Batch Normalization on Channels

Hello everyone,
Why do we have to run the normalization on channels axis? If the input, say an RGB image, has 3 channels, wouldn’t it be a better approach to normalize the values on each channel separately (i.e. normalization across axes 1 and 2)? or am I getting it wrong?

For each image that passes through a Conv2D layer, the following is the output dimension:[new_height, new_width, num_filters_in_conv]. The last dimension corresponds to channels. When you run batch norm across the channel axis, for every channel, batch norm tracks 4 variables: \beta, \gamma, \mu, \sigma. Please see this link.

I suppose Balaji explained key points already, but here are few additions.
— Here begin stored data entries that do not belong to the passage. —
package sfh

import (
	"fmt"
	"math"
	"strconv"
	"strings"
)

// Piecewise is a non-parametric history: rate Rates[i] (relative, ≥ 0) on the
// age bin [EdgesGyr[i], EdgesGyr[i+1]). The edges increase strictly and lie in
// [0, MaxAgeGyr]; outside them the component forms no stars.
type Piecewise struct {
	EdgesGyr []float64
	Rates    []float64
}

func (Piecewise) kind() string     { return "Piecewise" }
func (Piecewise) role() Role       { return Smooth }
func (Piecewise) strength() string { return "" }

func (p Piecewise) check(part string, maxAge float64) error {
	return validatePiecewise(part, p, maxAge)
}

func (p Piecewise) newShape(float64) shape { return newStepShape(p.EdgesGyr, p.Rates) }

// params: one rate per bin; the edges are structure, not parameters.
func (p Piecewise) params(add func(string, float64, float64, float64), _ float64) {
	for i, r := range p.Rates {
		add("rate_"+strconv.Itoa(i), r, 0, math.Inf(1))
	}
}

// with sets rate_<i>, in place: History.WithParams works on its own copy.
func (p Piecewise) with(key string, v float64) (Component, bool) {
	idx, ok := strings.CutPrefix(key, "rate_")
	if !ok {
		return p, false
	}
	i, err := strconv.Atoi(idx)
	if err != nil || i < 0 || i >= len(p.Rates) || strconv.Itoa(i) != idx {
		return p, false
	}
	p.Rates[i] = v
	return p, true
}

// clone copies the slices, so that a History never shares memory with its
// caller.
func (p Piecewise) clone() Component {
	return Piecewise{
		EdgesGyr: append([]float64(nil), p.EdgesGyr...),
		Rates:    append([]float64(nil), p.Rates...),
	}
}

// String describes the component in a few words.
func (p Piecewise) String() string {
	return fmt.Sprintf("piecewise-constant rate in %d bins", len(p.Rates))
}

func validatePiecewise(part string, p Piecewise, maxAge float64) error {
	n := len(p.Rates)
	if n == 0 || len(p.EdgesGyr) != n+1 {
		return fmt.Errorf("sfh: part %q (Piecewise): %d edges and %d rates; want at least one rate and exactly one more edge than rates",
			part, len(p.EdgesGyr), n)
	}
	for i, e := range p.EdgesGyr {
		if !(e >= 0 && e <= maxAge) {
			return fmt.Errorf("sfh: part %q (Piecewise): EdgesGyr[%d] = %g is outside the allowed range [0, %g] (0 to MaxAgeGyr)",
				part, i, e, maxAge)
		}
		if i > 0 && !(e > p.EdgesGyr[i-1]) {
			return fmt.Errorf("sfh: part %q (Piecewise): EdgesGyr[%d] = %g is not above EdgesGyr[%d] = %g; edges must increase strictly",
				part, i, e, i-1, p.EdgesGyr[i-1])
		}
	}
	positive := false
	for i, r := range p.Rates {
		if !(r >= 0) || !finite(r) {
			return outOfRange(part, p, fmt.Sprintf("Rates[%d]", i), fmt.Sprintf("rate_%d", i), r, "[0, +Inf): a finite, non-negative relative rate")
		}
		if r > 0 {
			positive = true
		}
	}
	if !positive {
		return fmt.Errorf("sfh: part %q (Piecewise): all %d rates are zero; at least one must be positive", part, n)
	}
	return nil
}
BatchNormalization is to apply “normalization and scale/shift” to the output of previous layer in order to stabilize the neural network. On the other hand, filters which are used in Conv2D (and others) are trying to extract characteristics of image/text. Each filter creates one output, a channel. In this sense, as you know, the number of channels in the output is equal to the number of filters. There will be no RGB channel even from the first Conv2D function.
Then, the next question may be,… is there any advantages or meanings to handle a single RGB signal (say, R) separately ? I think, to extract characteristics from an image, combinations of RGB have more importance than a single channel data. Applying a single filter to all three channels and get one output (channel) should have more meaningful characteristics which can be utilized for image detections and others.
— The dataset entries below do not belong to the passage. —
package sfh

import (
	"fmt"
	"math"
	"slices"
	"strconv"
	"strings"
)

// Param is one named, continuous parameter of a History, for fits. Name is
// "<part>.<key>"; Min and Max are the limits New accepts. A limit that New
// rejects itself (a width or timescale of exactly 0) is exclusive; all others
// are inclusive. Unbounded sides are ±Inf.
//
// Keys by component:
//
//	Constant     weight
//	Exponential  weight, timescale_gyr
//	Piecewise    weight, rate_0 … rate_{n−1} (bin indices from 0)
//	Burst        age_gyr, width_gyr, mass_fraction
//	Dip          age_gyr, width_gyr, depth
//
// Piecewise edges are structure, not parameters. An Exponential timescale
// cannot change sign through WithParams' box: its range is the side of zero
// that the current value is on.
type Param struct {
	Name     string
	Value    float64
	Min, Max float64
}

// Params returns the history's parameters in part order.
func (h *History) Params() []Param {
	var out []Param
	inf := math.Inf(1)
	for _, p := range h.parts {
		add := func(key string, v, lo, hi float64) {
			out = append(out, Param{Name: p.Name + "." + key, Value: v, Min: lo, Max: hi})
		}
		if isSmooth(p.Component) {
			add("weight", p.Weight, 0, inf)
		}
		p.Component.params(add, h.maxAge)
	}
	return out
}

// WithParams returns a copy of the history with the named parameters set to
// new values; parameters not named keep theirs. Unknown names are an error
// that lists the valid ones, and the new values are validated as in New.
func (h *History) WithParams(values map[string]float64) (*History, error) {
	parts := h.Parts()
	index := make(map[string]int, len(parts))
	for i, p := range parts {
		index[p.Name] = i
	}
	var unknown []string
	for name, v := range values {
		part, key, _ := strings.Cut(name, ".")
		i, ok := index[part]
		if !ok || !setParam(&parts[i], key, v) {
			unknown = append(unknown, strconv.Quote(name))
		}
	}
	if len(unknown) > 0 {
		slices.Sort(unknown)
		var valid []string
		for _, p := range h.Params() {
			valid = append(valid, p.Name)
		}
		return nil, fmt.Errorf("sfh: unknown parameter(s) %s; valid names are %s",
			strings.Join(unknown, ", "), strings.Join(valid, ", "))
	}
	return New(h.maxAge, parts)
}

// setParam sets key on p and reports whether the key exists for p's type.
func setParam(p *Part, key string, v float64) bool {
	if key == "weight" && isSmooth(p.Component) {
		p.Weight = v
		return true
	}
	c, ok := p.Component.with(key, v)
	if ok {
		p.Component = c
	}
	return ok
}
Thank you very much for your response! However, this was not actually what I was looking for. I was wondering why we are normalizing across channels rather than the other dimensions of the convolution output, namely normalizing across the height and width?

This is actually an interesting question. I suppose there are some other research works to find the group to normalize. Batch norm, Layer norm, Instance Norm, Group Norm,…
Here is one figure from the paper: Yuxin Wu, Kaiming He. “Group Normalization”

In some cases, authors could get a better result with Group Normalization. If you are interested in, please take a look at this interesting paper. Hope this helps.